Parmi les trois types existants, le virus A touche à la fois chez les humains, les canards, les oies, les dindes, les poulets, les porcs, les chevaux et autres animaux. Les virus B et C sont presque exclusivement humains. Seul le virus grippal A peut déclencher des pandémies. Il y a eu trois pandémies majeures au 20e siècle : en 1918 - 1919, 1957 et 1968. Les symptômes de la grippe sont non spécifiques et s’associent parfois à de sérieuses complications comme des infections des voies respiratoires, des pathologies pulmonaires chroniques, des désordres cardiaques, rénaux ou métaboliques. La vaccination est considérée comme la meilleure mesure préventive contre la grippe.

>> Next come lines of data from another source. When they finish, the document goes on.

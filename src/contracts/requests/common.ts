// Request pieces every resource shares: ids in paths, paging, e-mail addresses.
import { z } from 'zod';

const MAX_INT = 2_147_483_647;

/** A positive integer in a route parameter: digits only, no sign, exponent, spaces or hex. */
export const idSchema = z
  .string()
  .regex(/^[1-9][0-9]{0,9}$/, 'must be a positive whole number')
  .transform(Number)
  .refine((n) => n <= MAX_INT, 'is too large');

/** `{ id }` route params. Use with `validate({ params: idParamsSchema })`. */
export const idParamsSchema = z.object({ id: idSchema });

/** `?page&pageSize` with defaults 1 and 20 (at most 100 per page). The client sends numbers; they arrive as text. */
export const paginationSchema = z.object({
  page: z.coerce
    .number<number | string>({ message: 'must be a number' })
    .int('must be a whole number')
    .min(1, 'must be 1 or more')
    .default(1),
  pageSize: z.coerce
    .number<number | string>({ message: 'must be a number' })
    .int('must be a whole number')
    .min(1, 'must be 1 or more')
    .max(100, 'must be 100 or less')
    .default(20),
});

/** A trimmed, lower-cased e-mail address. */
export const emailSchema = z
  .string({ message: 'is required' })
  .trim()
  .toLowerCase()
  .max(254, 'must be at most 254 characters')
  .pipe(z.email({ message: 'must be an e-mail address' }));

/** A comma-separated list of allowed values (`?status=draft,returned`), read as a list. */
export function listOf<T extends string>(values: readonly T[]) {
  return z
    .string({ message: 'must be a single value or a comma-separated list' })
    .transform((v) =>
      v
        .split(',')
        .map((s) => s.trim())
        .filter(Boolean),
    )
    .refine(
      (list) => list.length > 0 && list.every((v) => (values as readonly string[]).includes(v)),
      `must be one or more of ${values.join(', ')}`,
    )
    .transform((list) => list as T[]);
}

Elle est fortement recommandée chaque année avant la grippe saisonnière. La composition des vaccins dépend des souches virales prévues au moment de l’épidémie. Le vaccin produit peu d’effets secondaires indésirables — les anticorps apparaissent environ deux semaines après la vaccination et demeurent présents pendant plusieurs mois. Il existe trois médicaments antiviraux préventifs ou susceptibles d’aider à lutter contre la grippe amantadine (mantadix), zanamivir (relenza) et oseltamavir (tamiflu). Ces médicaments ne sont pas une alternative à la vaccination, mais ils peuvent, dans certains cas, être utilisés en complément. La grippe aviaire La grippe aviaire est une maladie infectieuse, provoquée par un virus grippal de souche A, n’affectant que les oiseaux. Cette grippe survient dans le monde entier. On pense que tous les oiseaux sont sensibles à cette infection, mais certaines espèces sont plus résistantes que d’autres. Quelques informations-clés - Il existe 15 sous-types de virus chez les oiseaux
- A ce jour, toutes les flambées hautement pathogènes sont du groupe A et de sous-type H5 et H7
- Les gibiers d’eau (surtout le canard sauvage) constituent le réservoir naturel du virus — Ils font partie des espèces les plus résistantes aux virus.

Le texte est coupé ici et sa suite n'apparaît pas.